Whole culinary mushrooms can be used in one-pot meals, savory breakfasts like eggs, omelettes and oatmeal, gluten-free flatbreads, stir-fries, and dairy-free soups. They also make great pizza toppings!
Discover more mushroom recipes in this guide to medicinal mushrooms.
Photo: Joseph Gonzalez on Unsplash
Eggs contain Vitamin D, which helps to modulate our immune system, reduce our risk of infections, and prevent autoimmune diseases. They’re a nutrient-dense source of protein, and protein helps us produce anti-bodies and ward off infections, as well as repair damaged tissue. Eggs are packed with anti-inflammatory omega-3 fats, Vitamin A for immunity, and B vitamins to help us sleep – something we could all use when we’re under the weather.
Eat eggs for breakfast in a variety of ways: scrambled, poached, over-easy, soft-boiled, or however you love your eggs. Make an omelette or quiche, use them to bind crackers or gluten-free bread, have a hard-boiled egg as a snack or atop salads, or crack an egg into your hot noodle dishes.
These additional handy tips can help further support healthy immunity.
Sugary foods inhibit our ability to destroy harmful bacteria, so it’s best to avoid sweet treats if you feel a cold or flu coming on and also while you’re sick (and that includes the natural sweeteners too). If you’re struggling with sugar cravings, these tips can help.
You’ve probably heard that stress negatively impacts our health in a variety of ways. When it comes to the immune system and cold and flu season, stress inhibits our adrenal hormones – particularly cortisol, which helps to regulate inflammation. Prolonged stress not only leaves us vulnerable to infections but also may impact our ability to fight infections once they set in. (For a detailed summary of stress and immunity, check out this meta-analysis.)
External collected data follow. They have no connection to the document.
/** Shared helpers for the ponding tests: fixtures, small grids, and an independent brute-force fill. */
import { readFileSync } from 'node:fs';
import { fileURLToPath } from 'node:url';
import { Grid, type GeoTransform, type Crs } from '../../src/surface/grid.js';

export const HYDRO_FIXTURES = fileURLToPath(new URL('../../fixtures/hydro/', import.meta.url));

export interface FillCase {
  name: string;
  width: number;
  height: number;
  dtype: 'float32' | 'float64';
  connectivity: 4 | 6 | 8;
  nodataAs: 'outlet' | 'wall';
  values: (number | null)[];
  filled: (number | null)[];
  sumDepth: number;
  raisedCells: number;
}

export interface FillReference {
  skimage_version: string;
  numpy_version: string;
  cases: FillCase[];
}

export function fillReference(): FillReference {
  return JSON.parse(readFileSync(HYDRO_FIXTURES + 'fill-reference.json', 'utf8'));
}

export function gridOf(width: number, height: number, values: ArrayLike<number | null>, opts: { f32?: boolean; transform?: GeoTransform; crs?: Crs | null } = {}): Grid {
  const arr = opts.f32 ? new Float32Array(width * height) : new Float64Array(width * height);
  for (let i = 0; i < width * height; i++) { const v = values[i]; arr[i] = v === null ? NaN : v; }
  return new Grid({ width, height, values: arr, transform: opts.transform, crs: opts.crs ?? null });
}

/** Ring offsets (dcol, drow) of the sublevel graph of each connectivity (DESIGN.md §3). */
export const NEIGHBOURS: Record<4 | 6 | 8, [number, number][]> = {
  8: [[1, 0], [1, 1], [0, 1], [-1, 1], [-1, 0], [-1, -1], [0, -1], [1, -1]],
  6: [[1, 0], [1, 1], [0, 1], [-1, 0], [-1, -1], [0, -1]],
  4: [[1, 0], [0, 1], [-1, 0], [0, -1]],
};

/**
 * The fully filled DEM straight from its definition, by relaxation: the level of a cell is the
 * lowest, over all paths from it to an outlet, of the highest value on the path. Outlets: off the
 * grid, and nodata cells when `nodataOutlet`. Cells that cannot reach an outlet stay +∞.
 * O(n²) at worst, for small grids only.
 */
export function bruteFill(g: Grid, conn: 4 | 6 | 8, nodataOutlet = true): Float64Array {
  const { width: W, height: H, values: z } = g;
  const F = new Float64Array(W * H).fill(Infinity);
  const nb = NEIGHBOURS[conn];
  for (let changed = true; changed;) {
    changed = false;
    for (let r = 0; r < H; r++) for (let c = 0; c < W; c++) {
      const i = r * W + c;
      if (Number.isNaN(z[i])) { F[i] = NaN; continue; }
      let best = F[i];
      for (const [dc, dr] of nb) {
        const cc = c + dc, rr = r + dr;
        let level: number;
        if (cc < 0 || rr < 0 || cc >= W || rr >= H) level = -Infinity;
        else if (Number.isNaN(z[rr * W + cc])) { if (!nodataOutlet) continue; level = -Infinity; }
        else level = F[rr * W + cc];
        const through = Math.max(z[i], level);
        if (through < best) best = through;
      }
      if (best < F[i]) { F[i] = best; changed = true; }
    }
  }
  return F;
}

/** Deterministic small random grids with ties, plateaus and optional nodata. */
export function randomGrid(seed: number, w: number, h: number, levels: number, holeRate: number, f32 = false): Grid {
  let s = seed >>> 0 || 1;
  const rnd = () => ((s = (Math.imul(s, 1664525) + 1013904223) >>> 0) / 2 ** 32);
  const vals: (number | null)[] = [];
  for (let i = 0; i < w * h; i++) vals.push(rnd() < holeRate ? null : levels > 0 ? Math.floor(rnd() * levels) : rnd() * 10);
  if (!vals.some((v) => v !== null)) vals[0] = 0;
  return gridOf(w, h, vals, { f32 });
}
Hydration is essential to flushing out toxins, supporting digestion, reducing pain and headaches, and transporting chemical messengers throughout the body. So drink up – we recommend the cleanest water source you can find, without chlorine and other chemicals. If plain water sounds boring, try jazzing it up, or consume green juice, smoothies, or herbal teas.
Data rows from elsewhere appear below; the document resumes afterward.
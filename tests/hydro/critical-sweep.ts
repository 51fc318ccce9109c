/**
 * A second, independent way to the depression tree and labels, used as a reference for
 * src/hydro/sweep.ts: instead of sweeping every cell in (value, index) order, it classifies the
 * cells in storage order, follows receivers downhill to pits, replays the merges at the critical
 * cells only (with a union-find over pits) and labels the other cells from their receivers.
 */
import type { GridComplex } from '../../src/surface/complex.js';
import { type DepressionSweep } from '../../src/hydro/sweep.js';

/** Codes of the per-cell receiver byte (critical-cell sweep). Bits 0–3: the receiver. */
const RECV_NONE = 15; // nodata, or a pit (no lower neighbour)
const RECV_OMEGA = 14; // next to an outlet: the cell drains to the outside
const CRITICAL = 0x80; // the cell may change the components (pit, or two or more lower groups, or an outlet cell with lower neighbours)
const LABELLED = 0x40; // phase 2: the label slot holds the cell's label

/**
 * The same tree and labels as sweepDepressions, computed by touching most cells only in storage
 * order (fast on large grids, where a sweep in elevation order spends its time waiting for memory):
 *
 * 1. In storage order, each cell's lower neighbours (by the same (value, index) order) are grouped
 *    as in the sweep. A cell with no lower neighbour is a pit; a cell whose lower neighbours form
 *    two or more groups, or that touches an outlet and has lower neighbours, is *critical*; every
 *    other cell just joins the one component below it and changes nothing. Each cell also gets a
 *    receiver: its highest lower neighbour (or the outside, for a cell touching an outlet).
 * 2. Following receivers downhill from any cell ends at a pit or at the outside, and that whole path
 *    lies below the cell, so the cell's component at any later time is the one holding that pit.
 * 3. Only the critical cells (pits and passes — a small fraction) are sorted, and a union-find over
 *    the pits alone replays the sweep's merges at them, in the same order, with the same neighbour
 *    groups, so nodes, parents, spill cells and pour cells come out identical.
 * 4. Every other cell's label is its receiver's label, raised to the ancestor that was current when
 *    the cell joined (ancestors whose spill came before the cell in the order are passed).
 */
export function sweepByCriticalCells(cx: GridComplex, sort: (values: Float32Array | Float64Array) => Uint32Array): DepressionSweep {
  const values = cx.values;
  const n = cx.n, w = cx.w, h = cx.h;
  const omegaAdj = cx.omegaAdj;
  if (omegaAdj === null) throw new Error('internal: the depression sweep needs the open boundary');
  const stencil = cx.sweepStencil(true);
  const reps = stencil.representatives, roff = stencil.offsets, rs = roff.length, nbrMask = stencil.nbrMask;
  const nbr = new Int32Array(cx.maxDegree + 1);
  const w1 = w - 1, h1 = h - 1;

  // phase 1: receivers, pits, critical cells; `slot` holds the pit id (−1 = the outside) of each
  // pit and outlet cell, UNSET elsewhere
  const UNSET = -2;
  const recv = new Uint8Array(n);
  const slot = new Int32Array(n);
  let pits = 0, critical = 0;
  for (let r = 0, i = 0; r < h; r++) {
    const interiorRow = r > 0 && r < h1;
    for (let c = 0; c < w; c++, i++) {
      const z = values[i];
      if (z !== z) { recv[i] = RECV_NONE; slot[i] = UNSET; continue; }
      if (interiorRow && c > 0 && c < w1) {
        // lower neighbours (mask), and the receiver: the highest of them in the graph. (Any lower
        // neighbour would do; the highest leaves the fewest spills between a cell and its
        // receiver, and so the fewest steps up the tree in phase 4.)
        let mask = 0, best = -1, bz = -Infinity;
        for (let q = 0; q < rs; q++) {
          const j = i + roff[q];
          const y = values[j];
          if (y < z || (y === z && j < i)) {
            mask |= 1 << q;
            if (y > bz && (nbrMask >> q) & 1) { best = q; bz = y; }
          }
        }
        const rep = reps[mask];
        if (omegaAdj[i] === 1) {
          recv[i] = RECV_OMEGA | (rep !== 0 ? CRITICAL : 0);
          slot[i] = -1;
          if (rep !== 0) critical++;
        } else if (rep === 0) {
          recv[i] = RECV_NONE | CRITICAL;
          slot[i] = pits++;
          critical++;
        } else {
          recv[i] = best | ((rep & (rep - 1)) !== 0 ? CRITICAL : 0);
          slot[i] = UNSET;
          if ((rep & (rep - 1)) !== 0) critical++;
        }
      } else {
        // the grid edge: every cell there touches an outlet
        const k = cx.sublevelNbrs(i, nbr);
        let any = false;
        for (let q = 0; q < k; q++) { const j = nbr[q], y = values[j]; if (y < z || (y === z && j < i)) { any = true; break; } }
        recv[i] = RECV_OMEGA | (any ? CRITICAL : 0);
        slot[i] = -1;
        if (any) critical++;
      }
    }
  }
  // phase 2: the pit (or the outside) at the end of every cell's receiver path
  let stack = new Int32Array(1024);
  const push = (sp: number, x: number): number => {
    if (sp === stack.length) { const b = new Int32Array(stack.length * 2); b.set(stack); stack = b; }
    stack[sp] = x;
    return sp + 1;
  };
  for (let i = 0; i < n; i++) {
    if (slot[i] !== UNSET || recv[i] === RECV_NONE) continue;
    let sp = 0, x = i;
    while (slot[x] === UNSET) { sp = push(sp, x); x += roff[recv[x] & 15]; }
    const root = slot[x];
    while (sp > 0) slot[stack[--sp]] = root;
  }
  // phase 3: the critical cells, in (value, index) order, replay the sweep over pit components
  const crit = new Int32Array(critical);
  const critValues = values instanceof Float32Array ? new Float32Array(critical) : new Float64Array(critical);
  for (let i = 0, m = 0; i < n; i++) if (recv[i] & CRITICAL) { crit[m] = i; critValues[m++] = values[i]; }
  const corder = sort(critValues);
  const critLabel = new Int32Array(critical);
  const uf = new Int32Array(pits + 1); // pit components; entry `pits` is the outside (node 0)
  uf[pits] = -1;
  const OUT = pits;

  let cap = 1024;
  let vertex = new Int32Array(cap), birth = new Int32Array(cap), parent = new Int32Array(cap);
  let spill = new Int32Array(cap), entry = new Int32Array(cap), to = new Int32Array(cap);
  const grow = () => {
    cap *= 2;
    const gi = (a: Int32Array) => { const b = new Int32Array(cap); b.set(a); return b; };
    vertex = gi(vertex); birth = gi(birth); parent = gi(parent); spill = gi(spill); entry = gi(entry); to = gi(to);
  };
  vertex[0] = -1; birth[0] = -1; parent[0] = -1; spill[0] = -1; entry[0] = -1; to[0] = -1;
  let count = 1;
  const rank = new Uint8Array(pits + 1);
  const roots = new Int32Array(16), ents = new Int32Array(16);
  const find = (p: number): number => {
    let x = p < 0 ? OUT : p;
    for (;;) {
      const a = uf[x];
      if (a < 0) return x;
      const b = uf[a];
      if (b < 0) return a;
      uf[x] = b;
      x = b;
    }
  };

  for (let o = 0; o < critical; o++) {
    const pos = corder[o];
    const v = crit[pos];
    const z = values[v];
    const code = recv[v] & 15;
    if (code === RECV_NONE) {
      // a pit: a new component
      if (count === cap) grow();
      const k = count++;
      vertex[k] = v; birth[k] = v; parent[k] = -1; spill[k] = -1; entry[k] = -1; to[k] = -1;
      uf[slot[v]] = -1 - k;
      critLabel[pos] = k;
      continue;
    }
    let nr = 0;
    const r = (v / w) | 0, c = v - r * w;
    if (c > 0 && c < w1 && r > 0 && r < h1) {
      let mask = 0;
      for (let q = 0; q < rs; q++) {
        const j = v + roff[q], y = values[j];
        if (y < z || (y === z && j < v)) mask |= 1 << q;
      }
      let rep = reps[mask];
      while (rep !== 0) {
        const q = 31 - Math.clz32(rep & -rep);
        rep &= rep - 1;
        const j = v + roff[q];
        const x = find(slot[j]);
        let t = 0;
        while (t < nr && roots[t] !== x) t++;
        if (t === nr) { roots[nr] = x; ents[nr++] = j; }
      }
    } else {
      const k = cx.sublevelNbrs(v, nbr);
      for (let q = 0; q < k; q++) {
        const j = nbr[q], y = values[j];
        if (!(y < z || (y === z && j < v))) continue;
        const x = find(slot[j]);
        let t = 0;
        while (t < nr && roots[t] !== x) t++;
        if (t === nr) { roots[nr] = x; ents[nr++] = j; }
      }
    }
    const atOutlet = omegaAdj[v] === 1;
    if (atOutlet) {
      let t = 0;
      while (t < nr && roots[t] !== OUT) t++;
      if (t === nr) { roots[nr] = OUT; ents[nr++] = -2; }
    }
    if (nr === 1) { critLabel[pos] = -1 - uf[roots[0]]; continue; }
    let omegaAt = -1;
    for (let t = 0; t < nr; t++) if (roots[t] === OUT) { omegaAt = t; break; }
    if (omegaAt >= 0) {
      const toCell = atOutlet ? -2 : ents[omegaAt];
      for (let t = 0; t < nr; t++) {
        if (t === omegaAt) continue;
        const R = roots[t];
        const k = -1 - uf[R];
        parent[k] = 0; spill[k] = v; entry[k] = ents[t]; to[k] = toCell;
        uf[R] = OUT;
      }
      critLabel[pos] = 0;
    } else {
      if (count === cap) grow();
      const k = count++;
      let top = roots[0], eb = -1, ebz = Infinity;
      for (let t = 0; t < nr; t++) {
        const R = roots[t];
        const ch = -1 - uf[R];
        parent[ch] = k; spill[ch] = v; entry[ch] = ents[t]; to[ch] = -1;
        const bi = birth[ch], bz = values[bi];
        if (bz < ebz || (bz === ebz && bi < eb)) { eb = bi; ebz = bz; }
        if (rank[R] > rank[top]) top = R;
      }
      vertex[k] = v; birth[k] = eb; parent[k] = -1; spill[k] = -1; entry[k] = -1; to[k] = -1;
      for (let t = 0; t < nr; t++) {
        const R = roots[t];
        if (R === top) continue;
        uf[R] = top;
        if (rank[R] === rank[top] && rank[top] < 255) rank[top]++;
      }
      uf[top] = -1 - k;
      critLabel[pos] = k;
    }
  }
  // phase 4: labels. `slot` becomes the label array: critical cells first, then every other cell
  // from its receiver's label, raised past the ancestors that spilled before the cell.
  for (let m = 0; m < critical; m++) { const v = crit[m]; slot[v] = critLabel[m]; recv[v] |= LABELLED; }
  const label = slot;
  // per node, side by side (one cache line per step up the tree): spill level, spill cell, parent
  const up = new Float64Array(3 * count);
  for (let k = 0; k < count; k++) {
    const s = spill[k];
    up[3 * k] = k > 0 && s >= 0 ? values[s] : Infinity;
    up[3 * k + 1] = s;
    up[3 * k + 2] = parent[k];
  }
  for (let i = 0; i < n; i++) {
    const code = recv[i];
    if (code & LABELLED || code === RECV_NONE) continue;
    let sp = 0, x = i;
    for (;;) {
      const cx2 = recv[x];
      if (cx2 & LABELLED) break;
      if ((cx2 & 15) === RECV_OMEGA) { label[x] = 0; recv[x] |= LABELLED; break; }
      sp = push(sp, x);
      x += roff[cx2 & 15];
    }
    // going up the path: the current node and its spill cell and level stay in registers; they
    // are read again only when the cell is above that spill (the node had merged by then)
    let k = label[x];
    let kz = up[3 * k], ks = up[3 * k + 1];
    while (sp > 0) {
      const y = stack[--sp];
      const zy = values[y];
      while (kz < zy || (kz === zy && ks < y)) {
        k = up[3 * k + 2];
        kz = up[3 * k];
        ks = up[3 * k + 1];
      }
      label[y] = k;
      recv[y] |= LABELLED;
    }
  }
  const cut = (a: Int32Array): Int32Array => a.slice(0, count);
  return {
    count,
    vertex: cut(vertex), birth: cut(birth), parent: cut(parent), spill: cut(spill), entry: cut(entry), to: cut(to),
    label,
    spare: { buffer: new ArrayBuffer(0), byteOffset: 0, byteLength: 0 },
  };
}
Concocting herbal tinctures isn’t as difficult as you might expect – all you need is a clean mason jar, a few healthful ingredients, and time. We have a full tutorial on homemade tinctures for you to try. For immune system support, try making Fire Cider, a fiery mix of a number of immune-enhancing food such as ginger, garlic, onion, horseradish, raw honey, and apple cider vinegar, or homemade elderberry syrup.
Integrating these 9 cold-fighting foods into your regular dietary rotation can help you support the immune system, prevent those inconvenient colds and flus, and help you recover more quickly if you do happen to succumb to the sniffles.